Итак, когда бабусенька входит в лавку через боковую дверь, она имеет при себе дедушкину тросточку, которой приводит в движение колокольчик. Я спешу, как услужливый продавец,и, еще не войдя толком в лавку, задаю вопрос: «Что прикажете?» А в лавке-то стоит моя бабушка, опустив глаза, как и много спустя, когда в зале трактира будет, сидя на скамейке для старушек, наблюдать, с какой из девушек я танцую чаще всего. Там ее опущенный взгляд будет означать: «Танцуй себе на здоровье с кем хочешь, я ничего не вижу!» Но теперь в лавке она с опущенным взглядом тихонько говорит мне: «Мине две силедочки», и тут я, ее внук, рухнув под бременем доброты, которую до сих пор неизменно видел от этой старушки, говорю: «Бабусенька, да возьми сама чего хочешь!» – и со слезами бегу прочь и высылаю мать, чтобы та записала покупку.

Недавно в нашей долговой книге появилась страница, озаглавленная Кулька.Эта страница находится под особым наблюдением у моего отца. Отец, который по возможности избегает рано вставать и возиться с подсчетами, за долгами семейства Кулька следит наивнимательнейшим образом, в то время как дедушка, сидя у себя наверху, считает и пересчитывает деньги, данные взаймы отцу, и проценты по займу.

Но всего хуже и всего мучительней после того, как родители поссорились со стариками, стали утренние часы, поскольку ни мать, ни отец не любят рано вставать. «Хайни, гля-кось, там кто-то уже дербанит в дверь!» – говорит мать.

– А почему это я?

– А у меня вены на ногах не смазамши.

– Пусть тогда старуха откроет.

Бабушке неловко, если покупатель не может войти. Она поднимает железные шторы и обслуживает утренних покупателей.

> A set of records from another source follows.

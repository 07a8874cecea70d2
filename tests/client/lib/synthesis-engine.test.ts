import { readFileSync } from 'node:fs';
import { describe, expect, it } from 'vitest';
import { samplePeak } from '../../../shared/audio/peak';
import { retunePatch } from '../../../shared/designer/retune-patch';
import { modeTableMessage } from '../../../shared/engine/mode-table-message';
import { previewPatch } from '../../../shared/engine/preview-patch';
import { renderBank } from '../../../shared/engine/render-bank';
import { renderPatch } from '../../../shared/engine/render-patch';
import { previewBankFromWire } from '../../../shared/engine/table-synthesis';
import { LIMITS } from '../../../shared/limits';
import type { Patch, PatchInput } from '../../../shared/patch/patch-schema';
import { encodeModeTable, type ModeTableWire } from '../../../shared/protocol/mode-table-wire';
import { livePreviewPatch } from '../../../shared/engine/mode-table-message';
import { MODE_KERNEL_WASM } from '../../../server/engine-wasm/wasm-bank-renderer';
import { columnMinMax } from '../../../src/lib/synthesis/column-min-max';
import { magnitudeSpectrum } from '../../../src/lib/synthesis/magnitude-spectrum';
import { NOTE_DURATION_S, NOTE_PEAK } from '../../../src/lib/synthesis/note-render';
import { envelopeBlockS, rmsEnvelope } from '../../../src/lib/synthesis/rms-envelope';
import { FIRST_CHUNK_S, LATER_CHUNK_S, SynthesisEngine, TableRefused, type PreviewChunk } from '../../../src/lib/synthesis/synthesis-engine';
import { loadSynthesisKernel, TYPESCRIPT_KERNEL, type SynthesisKernel } from '../../../src/lib/synthesis/synthesis-kernel';
import { peakRelativeDifference } from '../../support/signal-difference';
import { pluckedAndStruck, testPatch, validPatch } from '../../support/patches';

const kernelBytes = () => new Uint8Array(readFileSync(MODE_KERNEL_WASM));

/** The table the compute channel would send for `patch` (same function, same preview length). */
function tableBytes(patch: Patch, sequence = 1): Uint8Array<ArrayBuffer> {
  return encodeModeTable(modeTableMessage(patch, LIMITS.livePreviewMaxDurationS, { sequence, documentVersion: sequence, stateVector: new Uint8Array(0) }));
}

/** The server's render of the same preview: renderPatch of the live preview patch, peak-normalised. */
function serverPreview(patch: Patch): Float64Array {
  const rendered = renderPatch(livePreviewPatch(patch, LIMITS.livePreviewMaxDurationS));
  const peak = samplePeak(rendered);
  return rendered.map((value) => value / peak);
}

async function collect(stream: AsyncIterable<PreviewChunk>): Promise<PreviewChunk[]> {
  const chunks: PreviewChunk[] = [];
  for await (const chunk of stream) chunks.push(chunk);
  return chunks;
}

/** The chunks joined as the page joins them (a re-normalised last chunk replaces everything). */
function joined(chunks: PreviewChunk[]): Float32Array {
  const out = new Float32Array(chunks[0].totalSamples);
  for (const chunk of chunks) out.set(chunk.samples, chunk.startSample);
  return out;
}

const STIFF: Partial<PatchInput> = { string: { lengthM: 0.65, tensionN: 70, linearDensityKgPerM: 6e-4, inharmonicityB: 2e-4 }, render: { sampleRateHz: 48000, durationS: 1.3, maxModes: 400 } };
// A slack, heavy, lossy string: its low modes are overdamped (the kernels' slow bank), the rest ring.
const OVERDAMPED: Partial<PatchInput> = {
  string: { lengthM: 0.65, tensionN: 4, linearDensityKgPerM: 6e-3, inharmonicityB: 0 },
  damping: { b1PerS: 200, b2M2PerS: 0.02 },
  render: { sampleRateHz: 44100, durationS: 0.8, maxModes: 64 },
};

describe('the synthesis worker’s engine (real WebAssembly in Node, the same mode-kernel.wasm the browser fetches)', () => {
  it('loads the WebAssembly SIMD kernel from the binary, and the TypeScript kernel without it or from a bad binary', async () => {
    expect((await loadSynthesisKernel(kernelBytes())).kind).toBe('wasm');
    const missing = await loadSynthesisKernel(null, 'no binary here');
    expect(missing.kind).toBe('typescript');
    expect(missing.fallbackReason).toBe('no binary here');
    const bad = await loadSynthesisKernel(new Uint8Array([0, 97, 115, 109, 1, 0, 0, 0, 99]));
    expect(bad.kind).toBe('typescript');
    expect(bad.fallbackReason).toMatch(/cannot run WebAssembly SIMD/);
  });

  for (const kernelKind of ['wasm', 'typescript'] as const) {
    it(`joins its chunks into the server’s render of the same patch within 1e-6 of peak (${kernelKind} kernel; ringing and overdamped modes, each pickup output)`, async () => {
      const kernel: SynthesisKernel = kernelKind === 'wasm' ? await loadSynthesisKernel(kernelBytes()) : TYPESCRIPT_KERNEL;
      expect(kernel.kind).toBe(kernelKind);
      const engine = new SynthesisEngine(kernel);
      let job = 0;
      for (const shape of [STIFF, OVERDAMPED]) {
        for (const output of ['displacement', 'velocity', 'force'] as const) {
          const patch = validPatch(testPatch({ ...shape, excitation: pluckedAndStruck(), pickup: { positionM: 0.1, output } }));
          const chunks = await collect(engine.onTable(tableBytes(patch), ++job));
          const expected = serverPreview(patch);
          const samples = joined(chunks);
          expect(samples.length).toBe(expected.length);
          expect(chunks.every((chunk) => chunk.kernel === kernelKind)).toBe(true);
          expect(peakRelativeDifference(expected, samples)).toBeLessThan(1e-6);
        }
      }
    });
  }

  it('sends the first 250 ms first, then the rest in contiguous chunks of 500 ms, the last marked complete', async () => {
    const engine = new SynthesisEngine(await loadSynthesisKernel(kernelBytes()));
    const patch = validPatch(testPatch(STIFF));
    const chunks = await collect(engine.onTable(tableBytes(patch), 1));
    const rateHz = chunks[0].sampleRateHz;
    expect(chunks[0].startSample).toBe(0);
    expect(chunks[0].samples.length).toBe(Math.round(FIRST_CHUNK_S * rateHz));
    expect(chunks[0].samples.length / rateHz).toBeLessThanOrEqual(0.25);
    expect(chunks.length).toBe(1 + Math.ceil((chunks[0].totalSamples - chunks[0].samples.length) / (LATER_CHUNK_S * rateHz)));
    for (let k = 1; k < chunks.length; k++) {
      expect(chunks[k].startSample).toBe(chunks[k - 1].startSample + chunks[k - 1].samples.length);
      expect(chunks[k].samples.length).toBeLessThanOrEqual(Math.round(LATER_CHUNK_S * rateHz));
    }
    expect(chunks.map((chunk) => chunk.complete)).toEqual(chunks.map((_, k) => k === chunks.length - 1));
    expect(chunks.at(-1)?.renormalised).toBe(false);
    const last = chunks.at(-1) as PreviewChunk;
    expect(last.startSample + last.samples.length).toBe(last.totalSamples);
  });

  it('stops an older table’s work when a newer table comes: no more of its chunks, and the last output is the newer table’s', async () => {
    const engine = new SynthesisEngine(await loadSynthesisKernel(kernelBytes()));
    const older = validPatch(testPatch(STIFF));
    const newer = validPatch(testPatch({ ...STIFF, pickup: { positionM: 0.3, output: 'velocity' } }));
    const olderStream = engine.onTable(tableBytes(older, 1), 1);
    const first = await olderStream.next();
    expect(first.done).toBe(false);
    expect((first.value as PreviewChunk).job).toBe(1);
    const newerStream = engine.onTable(tableBytes(newer, 2), 2);
    // The older stream ends at its next chunk, although most of its preview is still to do.
    expect(await olderStream.next()).toEqual({ done: true, value: undefined });
    const newerChunks = await collect(newerStream);
    expect(newerChunks.every((chunk) => chunk.job === 2 && chunk.sequence === 2)).toBe(true);
    expect(newerChunks.at(-1)?.complete).toBe(true);
    expect(peakRelativeDifference(serverPreview(newer), joined(newerChunks))).toBeLessThan(1e-6);
    // A table that arrives before an older one has started cancels it before any work.
    const a = engine.onTable(tableBytes(older, 3), 3);
    const b = engine.onTable(tableBytes(newer, 4), 4);
    expect(await collect(a)).toEqual([]);
    expect((await collect(b)).at(-1)?.job).toBe(4);
  });

  it('re-normalises the whole preview in its last message when a later chunk is louder than the first 250 ms', async () => {
    // A struck string at f0 = 0.5 Hz (tension μ(2L·f0)²), one mode, light losses: x(t) ∝ sin(ω_d t)·e^(−σt)
    // peaks near a quarter period (0.5 s), well after the first 250 ms.
    const wire: ModeTableWire = {
      sequence: 7,
      documentVersion: 7,
      stateVector: new Uint8Array(0),
      string: { lengthM: 0.65, tensionN: 6e-4 * (2 * 0.65 * 0.5) ** 2, linearDensityKgPerM: 6e-4, inharmonicityB: 0 },
      damping: { b1PerS: 0.2, b2M2PerS: 0 },
      pickup: { output: 'displacement', positionM: 0.2 },
      render: { sampleRateHz: 48000, durationS: 2 },
      preview: { sampleRateHz: 48000, durationS: 2 },
      totalEnergyJ: 1,
      computeMs: 0,
      aM: new Float32Array([0]),
      vMPerS: new Float32Array([0.01]),
    };
    const engine = new SynthesisEngine(await loadSynthesisKernel(kernelBytes()));
    const chunks = await collect(engine.onTable(encodeModeTable(wire), 1));
    // The first chunks, normalised by the first chunk's peak, overshoot 1; the last one carries everything again.
    expect(samplePeak(chunks[1].samples)).toBeGreaterThan(1);
    const last = chunks.at(-1) as PreviewChunk;
    expect(last.renormalised).toBe(true);
    expect(last.startSample).toBe(0);
    expect(last.samples.length).toBe(last.totalSamples);
    // The same as the whole bank rendered in one piece and normalised to its peak.
    const whole = new Float64Array(last.totalSamples);
    renderBank(previewBankFromWire(wire), whole);
    const peak = samplePeak(whole);
    expect(last.physicalPeak).toBeCloseTo(peak, 12);
    expect(peakRelativeDifference(whole.map((value) => value / peak), last.samples)).toBeLessThan(1e-6);
    expect(samplePeak(last.samples)).toBeCloseTo(1, 6);
  });

  it('refuses a table it cannot read, naming what is wrong', async () => {
    const engine = new SynthesisEngine(TYPESCRIPT_KERNEL);
    const bytes = tableBytes(validPatch(testPatch()));
    bytes[0] ^= 0xff;
    await expect(collect(engine.onTable(bytes, 1))).rejects.toThrow(TableRefused);
    await expect(collect(engine.onTable(bytes, 2))).rejects.toThrow('wrong magic');
  });

  it('analyses the finished preview as the charts did on the page: magnitudeSpectrum, the RMS envelope and column min/max of the same samples', async () => {
    const engine = new SynthesisEngine(await loadSynthesisKernel(kernelBytes()));
    const patch = validPatch(testPatch(STIFF));
    const samples = joined(await collect(engine.onTable(tableBytes(patch), 5)));
    const rateHz = 48000;
    const f0Hz = Math.sqrt(70 / 6e-4) / (2 * 0.65);
    const analysis = engine.analysis(5, 538);
    if (!analysis?.waveform) throw new Error('no analysis');
    const spectrum = magnitudeSpectrum(samples, rateHz);
    expect(analysis.spectrum.fftSize).toBe(spectrum.fftSize);
    expect(analysis.spectrum.binHz).toBe(spectrum.binHz);
    expect(analysis.spectrum.levelDb).toEqual(spectrum.levelDb);
    const durationS = samples.length / rateHz;
    expect(analysis.envelope).toEqual(rmsEnvelope(samples, rateHz, envelopeBlockS(f0Hz, durationS, 0)));
    expect(analysis.waveform.envelope).toEqual(rmsEnvelope(samples, rateHz, envelopeBlockS(f0Hz, durationS, 538)));
    const { min, max } = columnMinMax(samples, 538);
    expect(analysis.waveform.min).toEqual(min);
    expect(analysis.waveform.max).toEqual(max);
    expect(engine.waveform(5, 300)?.max).toEqual(columnMinMax(samples, 300).max);
    // Nothing for a table that is not the last one finished.
    expect(engine.analysis(4, 538)).toBeNull();
    expect(engine.waveform(4, 300)).toBeNull();
  });

  it('renders notes as the keys did on the main thread: renderPatch of the patch retuned by tension, 1.5 s, peak 0.5 (both kernels)', async () => {
    const patch = validPatch(testPatch(STIFF));
    for (const kernel of [await loadSynthesisKernel(kernelBytes()), TYPESCRIPT_KERNEL]) {
      const engine = new SynthesisEngine(kernel);
      for (const midiNote of [45, 57, 67, 81]) {
        const note = await engine.note(patch, midiNote);
        if ('error' in note) throw new Error(note.error);
        // The previous main-thread renderNote, step by step.
        const short = previewPatch(validPatch(retunePatch(patch, midiNote, 'tension')), NOTE_DURATION_S);
        const rendered = renderPatch(short);
        const peak = samplePeak(rendered);
        const expected = rendered.map((value) => (value * NOTE_PEAK) / peak);
        expect(note.sampleRateHz).toBe(short.render.sampleRateHz);
        expect(note.samples.length).toBe(expected.length);
        expect(peakRelativeDifference(expected, note.samples)).toBeLessThan(1e-6);
      }
    }
    const refused = await new SynthesisEngine(TYPESCRIPT_KERNEL).note(patch, 200);
    expect('error' in refused && refused.error).toMatch(/string\./);
  });
});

Проходит время, мать становится за прилавок и кричит отцу: «Хайни, вставай, люди за хлебом пришедши!»

– Дак еще вчера полно было хлеба.

И отец снова заворачивается в одеяло.

– Ежели старикам нужны ихние проценты, пущай сами и пекут хлеб.

Отец до ужаса нелогичен. Может, у него в голове сидит такая болезнь? Диво еще, что эта болезнь не досталась мне в наследство. Порой, когда мать слишком настойчиво будит отца, он вообще отказывается вставать, и мы, дети, дрожим, видя, как покупатели прямиком топают к Заступайтам, нашим конкурентам, а нелогичность, сидящая в моем отце, издает такой вопль:

– Вот, полюбуйся: в глаза – друзья-приятели, а за глаза – хлеб у других покупают.

Мы, дети, словно цыплята, пасемся то в сфере родителей, то в сфере деда с бабкой. Для нас преграды семейных распрей почти не существуют. Об эту пору родители еще не пытаются перетянуть нас на свою сторону, но вот дедушка пытается настроить нас против отца, своего основного, классового врага. Он говорит с нами про Генриха Матта, он говорит про нашего отца, как про постороннего человека:

– А Генрих-то Маттов сегодня, поди, опять с Ханкой навоз из хлева выгребал?

– Выгребал, – отвечаем мы.

– А Ханка-то, поди, опять подол завернула?

Этого мы не знаем, а потому и отвечать не можем.

Хорошо еще, что в селе случаются и другие события, которые отвлекают нас от постепенного крушения семейной гармонии.

Люди толкуют: Герман Петрушка взрезал себе жилы! И снова мы стоим перед длинным бараком с четырьмя дверями. Спереди, стало быть, на южной стороне живут Витлинги и Бреннеки. Матери этих семейств – родные сестры. Фрау Витлинг, как мы знаем, уже умерла, а у фрау Бреннеке уже слегка трясется голова. Я утешаю своего дружка Германа, который никогда не видел свою мать.

– Одно я тебе точно скажу, – говорю я, – раз Бреннекша ей сестра, стало быть, твоя мать тоже трясла головой.

Оскорбленный Герман протестует.

– Не спорь, – настаиваю я. – Сестры и братья завсегда друг на друга похожи, хоть самую малость. Я вот рыжий, и Хайньяк, мой брат, тоже, и моя сестра Марга тоже.

С северной стороны длинного барака на Козьей горе дважды проживают Петрушки. Там, наоборот, отцы семейств Август и Герман – родные братья. Покуда Август, старший брат, не пропустит стаканчик, по нему совсем незаметно, что он социал-демократ. Но, когда Август опрокинет стаканчик,как выражается его брат Герман, он не только сам становится красный, будто разозленный индюк, он еще пытается сделать красным все свое окружение. У себя на родине, под Ландсбергом, Август работал в имении, и его рабочий день проходил на земле, теперь он стал шахтером, проводит свой день под землей, а босдомские сельскохозяйственные рабочие для него все равно как китайские кули. Под землей в Августе проснулось классовое самосознание, как утверждает сам Август, когда – заметим в скобках – выпьет. В трезвом виде он здоровается с бароном, как остальные босдомцы. Шапку он, правда, не снимает, но, здороваясь, слегка наклоняется. Ехидные работники из имения утверждают, будто Август отвешивает нищенский поклон. «Доброго утречка, господин барон», – говорит Август.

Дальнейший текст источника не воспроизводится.